***** Dataset records

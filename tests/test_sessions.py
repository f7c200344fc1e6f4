"""Abandoned work is stopped (app.sessions): a newer request of the same session supersedes
the older one, and a client that disconnects stops its own statement.

Every check is about counts and order, never about time: requests are sent one after the
other once the previous one holds its session (and at least ~20 ms apart, like the moves of
a brush), and a test waits for an event (a statement started, an interrupt sent) before the
next step. The answer of the one request that runs to the end is checked against the same
aggregate asked of the engine directly through its own driver (duckdb, sqlite3, psycopg,
pymysql), before sluice opens the source.

The slow statement is a throwaway view per engine: DuckDB, a cross join of a generated
range (~6e7 rows); SQLite, a cross join of 3000 rows with itself (9e6); PostgreSQL,
generate_series with pg_sleep per row (lateral); MariaDB, the SEQUENCE engine with SLEEP
per row. Names carry PYTEST_XDIST_WORKER and the process id.
"""

from __future__ import annotations

import hashlib
import json
import os
import socket
import threading
import time

import pytest

import test_fuzz_fixture as fx  # noqa: E402  (pytest puts tests/ on sys.path)

WORKER = os.environ.get("PYTEST_XDIST_WORKER", "main")
VIEW = f"sluice_cancel_{WORKER}_{os.getpid()}"
MYSQL = dict(host="127.0.0.1", port=3306, user="root", database="test")
MYSQL_DSN = "mysql://root@127.0.0.1:3306/test"
KEYS = {"one": "key-one-" + "1" * 24, "two": "key-two-" + "2" * 24}
WAIT_S = 60  # how long a test waits for an event before it fails (never a measured bound)


def _wait(cond, what: str) -> None:
    end = time.monotonic() + WAIT_S
    while not cond():
        assert time.monotonic() < end, f"gave up waiting for {what}"
        time.sleep(0.005)


# ---- the slow source, per engine ---------------------------------------------------------
def _duckdb(root):
    import duckdb

    path = root / "slow.duckdb"
    con = duckdb.connect(str(path))
    con.execute("CREATE TABLE n AS SELECT range AS i FROM range(8000)")
    con.execute(f"CREATE VIEW {VIEW} AS SELECT (x.i * 7 + y.i) % 10 AS a, x.i * y.i AS b "
                "FROM n x, n y")
    con.close()

    def reference(sql):
        with duckdb.connect(str(path), read_only=True) as c:
            return c.execute(sql).fetchall()
    return f'engine = "duckdb"\npath = "{path}"\ntable = "{VIEW}"\nthreads = 1\n', reference, None


def _sqlite(root):
    import sqlite3

    path = root / "slow.sqlite"
    con = sqlite3.connect(path)
    con.execute("CREATE TABLE n (a INTEGER, b INTEGER)")  # (a view's columns keep the
    con.executemany("INSERT INTO n VALUES (?, ?)",        # types of plain column references)
                    [(i % 10, i) for i in range(3000)])
    con.execute(f'CREATE VIEW "{VIEW}" AS SELECT x.a AS a, y.b AS b FROM n x, n y')
    con.commit()
    con.close()

    def reference(sql):
        with sqlite3.connect(path) as c:
            return c.execute(sql).fetchall()
    return f'engine = "sqlite"\npath = "{path}"\ntable = "{VIEW}"\n', reference, None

**********

> _About this exercise_
Restate the records above verbatim up to and including the line containing "a brush), and".

> _Exercise solution_
filename tests/test_sessions.py
repository f7c200344fc1e6f4
"""Abandoned work is stopped (app.sessions): a newer request of the same session supersedes
the older one, and a client that disconnects stops its own statement.

Every check is about counts and order, never about time: requests are sent one after the
other once the previous one holds its session (and at least ~20 ms apart, like the moves of
a brush), and a test waits for an event (a statement started, an interrupt sent) before the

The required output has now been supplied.